My plan originally was to live on site at whatever property I went to from Van Mall. No can do. This place is not a safe place for me and Juno. It is in a bad pocket of Aloha, near TV Highway, with very nosy busy-body residents, some mold and water issues, and old carpet, appliances, etc. It just isn't right for me. The bad news is, I now have to come up with a different plan. I am temporarily staying at Kitty's dad's house, as he is away on a business trip. But there is another cat here so Juno has been stuck in the bedroom, not able to come out and play or roam. So she's a little stir crazy, and I want my own place. I miss living alone, I miss being able to just do whatever I want with no regard for anyone else. So I started weighing my options and have made the decision that I no longer need to live on site like I did with Van Mall. With my sale bonus from Van Mall, I am able to pay off all of my debt next Friday. I don't have any major crazy debt by any means, but getting everything paid off - Juno's vet bill, my parents, my emergency credit card and my student loan - I will free up a few hundred dollars a month, which means I no longer need a rent discount. Obviously a rent discount is a nice bonus, but truthfully I am at the point where I would rather find a nice place that I like and can stay at for a long time than keep moving every 6 months based on a discount. After several long heart to heart talks with Rachel and Kattie, I have decided that all I am looking for is a place I love for me and Juno. It doesn't have to be in Beaverton, doesn't have to be a Riverstone property, just has to be a place that I can afford comfortably and can live happily. So I'm on the hunt.
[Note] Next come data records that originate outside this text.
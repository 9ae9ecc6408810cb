import { z } from "zod";
import { listCylinderOptions, scopeByAbility } from "@coldtrail/db";
import { route } from "@/lib/api/route";

const query = z.object({ branchId: z.coerce.number({ error: "Choose a branch" }).int().positive() });

/** Recovery cylinders of one branch for the job form. */
export const GET = route({ can: ["read", "Cylinder"], query }, async ({ ability, db, query }) => {
  const rows = await listCylinderOptions(db, {
    scope: scopeByAbility(ability, "read", "Cylinder", "cylinders"),
    branchId: query.branchId,
  });
  return { rows };
});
Saturday, Rachel came all the way out to my new property to check it out, walk my units with me, and make lists of all the things I can do to make small changes while I am there. After work, I picked up Stacey and we headed out to Sauvie's Island for Adelle's birthday party. We stood in line with Adelle and her friends for 2 hours to do the haunted corn maize, but it was super fun and pretty scary. Afterwards we all went to Kennedy School for a drink and happy hour food before heading home about 1am.
I got up Sunday pretty early and picked up my new dining room table from a lady in Lake Oswego ($20 on Craigslist, perfect price for me!) and then drove up to Rachel's place. We had spaghetti for lunch and just hung out on the couch for the afternoon before she had to go to her son's baseball game. Then Kattie met me for a sushi date and heart to heart girl talk, and we stopped at Ross before she went home. It was the kind of lazy Sunday with my girlfriends that reminded me that I do want to live in Vancouver, because it feels like home and all my friends are here. Will the commute to Aloha blow? Yes. But will I be happy to be home, in a nice place, near my best friends? Yes.
After I left Vancouver, I drove down to Jeremy's and hung out with him and Jesse while they played darts, then Jeremy and I watched a scary-ish movie. Not as scary as I was hoping for, but definitely some jumpy parts. We stayed up too late, as I always seem to do when I hang out over there, and when I got up this morning, I was glad I didn't have to go to work. I'm glad to be sitting here with Juno, listening to music, looking for a new home, not working.